這話說得也太過分了,我也沒把他的小黃車撞了碰了啊,我開得可小心了。

一下車斯凱珀就像一支會拐彎兒的箭一樣沖了過來,看到駕駛側下來的是我又緊急站住了腳,微歪了歪頭表示困惑,等主人從另一側下來趕快迎上去,鼻子聞了聞,發出低低的嗚咽聲,聽起來很憂慮。

啊,是聞到羅身上的血味兒了吧?

“我沒事。”羅摸摸它的頭,直起身邀請我,“上去坐坐吧。”

裡面很大,比我印象裡小時候試膽大會那會兒整潔多了,起碼看起來完全是有人類居住的樣子,而且能看出昔日的氣派來。

“其實原本就是醫院,明治時期修建的,偏療養性質,更像是有錢人躲避外界煩心事的一個消遣場所所以内部裝潢相當考究。”羅帶我參觀順便介紹,“昭和時期被用作傳染病醫院,戰時遭到過空襲,往後就一直空置着了,房屋這種東西沒有人住就會破敗,越破敗就越沒有人想住,鬧鬼的名聲不胫而走,成了遠近聞名的鬼宅。持有人繼承過來也覺得是個燙手山芋急着出手,再稍微砍個價……”歪了一下頭:“很便宜就拿下來了。”

“但是這修複得比買房子都貴吧?”我摸了摸牆面銀灰色的絲綢壁紙。

“所以我隻是修了生活起居用得到的地方,還招了租客,用租金慢慢去修其餘零零碎碎,”他擡頭透過三樓中間的大洞看彩繪的天花闆,“等什麼時候修好了,就可以把租客都趕走了。”

哎?他好像若無其事地說了什麼陰險的話……

說租客租客到,山治端着茶杯從樓梯上來,看到我們倆愣了一下:“小克拉?你怎麼在這兒?”完全忽略了旁邊的房東。

“我送羅大夫回家。”我指指羅,又問他,“你已經搬過來了嗎山治君?”

“下周末,”他向後靠在扶手上,吹着杯子上的熱氣,一股紅茶的香氣彌漫開來,“今天過來幫霍金斯寫法語作業。”

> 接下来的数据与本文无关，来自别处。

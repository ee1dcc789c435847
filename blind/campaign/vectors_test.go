package campaign

// The test vectors of blind/SPEC.md: known answers (HKDF, the key → (s, o)
// map, both commitments, numbers, ledger lines, statements, the comparison
// digest) and whole campaigns, each with the one outcome a verifier must
// reach. TestVectors checks every vector with this package and with the
// second implementation in testdata/vectors/verify.py; TestVectorsUpToDate
// regenerates them from fixed seeds and fails when the code now writes
// other bytes:
//
//	go test ./blind/campaign -run 'TestVectors' -update
//
// regenerates them after a deliberate format change.

import (
	"bytes"
	"crypto/ed25519"
	"crypto/hkdf"
	"crypto/hmac"
	"crypto/sha256"
	"encoding/hex"
	"flag"
	"fmt"
	"math"
	"math/rand/v2"
	"os"
	"os/exec"
	"path/filepath"
	"regexp"
	"slices"
	"strconv"
	"strings"
	"testing"
	"testing/cryptotest"
	"time"

	"filippo.io/age"
	"golang.org/x/crypto/ssh"

	"tandem/blind"
	"tandem/blind/internal/format"
	"tandem/blind/internal/sshsig"
	"tandem/blind/protocol"
	"tandem/compare"
	"tandem/compare/table"
	"tandem/report"
)

var updateVectors = flag.Bool("update", false, "regenerate testdata/vectors from fixed seeds")

const vectorsDir = "../../testdata/vectors"

// Outcomes a vector may expect, in the order a verifier reports them when
// several hold (SPEC.md, "Outcomes").
var outcomes = []string{
	"ok", "non-canonical", "broken-chain", "fork", "bad-signature", "unknown-party", "second-init",
	"out-of-order", "bad-entry", "protocol-changed", "private-key", "bad-digest", "uncovered-file",
	"bad-commitment", "bad-signoff", "comparison-mismatch", "stale-signoff", "missing-signoff", "missing",
}

// Header keys each kind of vector may have, besides kind, expect,
// description and source.
var vectorKeys = map[string][]string{
	"hkdf":              {"ikm", "salt", "info", "length", "prk", "okm"},
	"map":               {"key", "observable", "column", "scope", "param", "bin", "lo", "hi", "info", "okm", "n", "u", "value"},
	"key-commitment":    {"key", "salt", "commitment"},
	"seal-commitment":   {"campaign", "team", "observable", "version", "nonce", "commitment"},
	"number":            {},
	"number-reject":     {},
	"ledger-line":       {"hash", "signed-hash"},
	"statement":         {},
	"key-file":          {},
	"comparison-digest": {"digest"},
	"campaign":          {"campaign", "verdicts"},
}

// vector is one file of testdata/vectors: "key: value" header lines, a
// blank line, then the payload.
type vector struct {
	name    string
	headers [][2]string
	payload []byte
}

func (v *vector) get(k string) string {
	for _, h := range v.headers {
		if h[0] == k {
			return h[1]
		}
	}
	return ""
}

func (v *vector) encode() []byte {
	var b bytes.Buffer
	for _, h := range v.headers {
		fmt.Fprintf(&b, "%s: %s\n", h[0], h[1])
	}
	b.WriteByte('\n')
	b.Write(v.payload)
	return b.Bytes()
}

func parseVector(name string, data []byte) (*vector, error) {
	head, payload, ok := bytes.Cut(data, []byte("\n\n"))
	if !ok {
		return nil, fmt.Errorf("%s: no blank line after the header", name)
	}
	v := &vector{name: name, payload: payload}
	seen := map[string]bool{}
	for i, line := range strings.Split(string(head), "\n") {
		k, val, ok := strings.Cut(line, ": ")
		if !ok || k == "" {
			return nil, fmt.Errorf("%s:%d: expected \"key: value\"", name, i+1)
		}
		if seen[k] {
			return nil, fmt.Errorf("%s:%d: key %q twice", name, i+1, k)
		}
		seen[k] = true
		v.headers = append(v.headers, [2]string{k, val})
	}
	kind := v.get("kind")
	allowed, known := vectorKeys[kind]
	if !known {
		return nil, fmt.Errorf("%s: unknown kind %q", name, kind)
	}
	if !slices.Contains(outcomes, v.get("expect")) {
		return nil, fmt.Errorf("%s: unknown outcome %q", name, v.get("expect"))
	}
	for _, h := range v.headers {
		if !slices.Contains(allowed, h[0]) && !slices.Contains([]string{"kind", "expect", "description", "source"}, h[0]) {
			return nil, fmt.Errorf("%s: unknown key %q for kind %s", name, h[0], kind)
		}
	}
	if !seen["description"] {
		return nil, fmt.Errorf("%s: no description", name)
	}
	return v, nil
}

// readVectors reads every vector file; a glob matching nothing fails.
func readVectors(t *testing.T, dir string) []*vector {
	t.Helper()
	files, err := filepath.Glob(filepath.Join(dir, "*.txt"))
	if err != nil || len(files) == 0 {
		t.Fatalf("no vectors match %s/*.txt", dir)
	}
	var out []*vector
	for _, f := range files {
		data, err := os.ReadFile(f)
		if err != nil {
			t.Fatal(err)
		}
		v, err := parseVector(filepath.Base(f), data)
		if err != nil {
			t.Fatal(err)
		}
		out = append(out, v)
	}
	return out
}

// ---- checking ----

// TestVectors checks every vector against this implementation.
func TestVectors(t *testing.T) {
	for _, v := range readVectors(t, vectorsDir) {
		t.Run(strings.TrimSuffix(v.name, ".txt"), func(t *testing.T) {
			if got := checkVector(t, v); got != v.get("expect") {
				t.Errorf("outcome %q, vector expects %q", got, v.get("expect"))
			}
		})
	}
}

func mustHex(t *testing.T, s string) []byte {
	t.Helper()
	b, err := hex.DecodeString(s)
	if err != nil {
		t.Fatalf("bad hex %q", s)
	}
	return b
}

“他為什麼要寫法語作業?他不是埃及人嗎?”我大感迷惑,“亞非語系和印歐語系差着十萬八千裡呢吧?”

“他為了補上學期的學分,又怕搶不到好混的課,一股腦選了十三門選修課準備細細篩選,然後喝過頭宿醉錯過了退選的最後期限,隻能把這十三門課都修完。”山治罕見地對男性露出直白的同情,“你大概不知道,他們建築學院的要求是選修課挂掉也得一直重修直到通過。”

哇靠,好慘。

“那他選課的時候就不先初步考慮一下嗎?”我對江湖騙子可同情不起來,“不扪心自問一下自己有沒有法語基礎嗎?”

“他大概是扪心自問後發現自己有個法國朋友——不,熟人,”山治喝了口紅茶,“他還選了土耳其語呢,上周剛用海之戰士的紀念卡交換德雷克幫他寫作業。”

好慘。

不過說到土耳其……

“山治君,”我靈機一動,“你知道土耳其人和巴伐利亞(德國一個州)人有什麼不同嗎?”

“土耳其和巴伐利亞?”山治看了一眼他的德國房東,“……不是一個國家的人?”

“不同就是,土耳其人說德語。”(巴伐利亞州的通行語言巴伐利亞語是德語的一種,但是說标準德語的人很難聽懂,我理解就是閩南語和普通話的區别)

山治眼睛一點點瞪大,不敢置信地又看了一眼羅,再看向我的時候滿臉寫着你怎麼敢當面開這種玩笑!

“不必在意,黑足當家的,”羅繼續撸狗,“我已經習慣了。”

“你對小克拉可不能像對霍金斯那麼睚眦必報,”山治提醒他,“她……嗯,就是這樣的。”

“我當然不會,”羅把球扔下樓梯,看斯凱珀跑下去撿,“我的愛人說什麼都很可愛,幹什麼要較真呢。”

山治用沉思的表情喝了一口紅茶,然後問我:“抱歉我剛才好像幻聽了,他說什麼?”

“對不起山治君我知道我們還有合約,但是發生了一點點意外……”我從包裡拿出婚姻屆受理證明。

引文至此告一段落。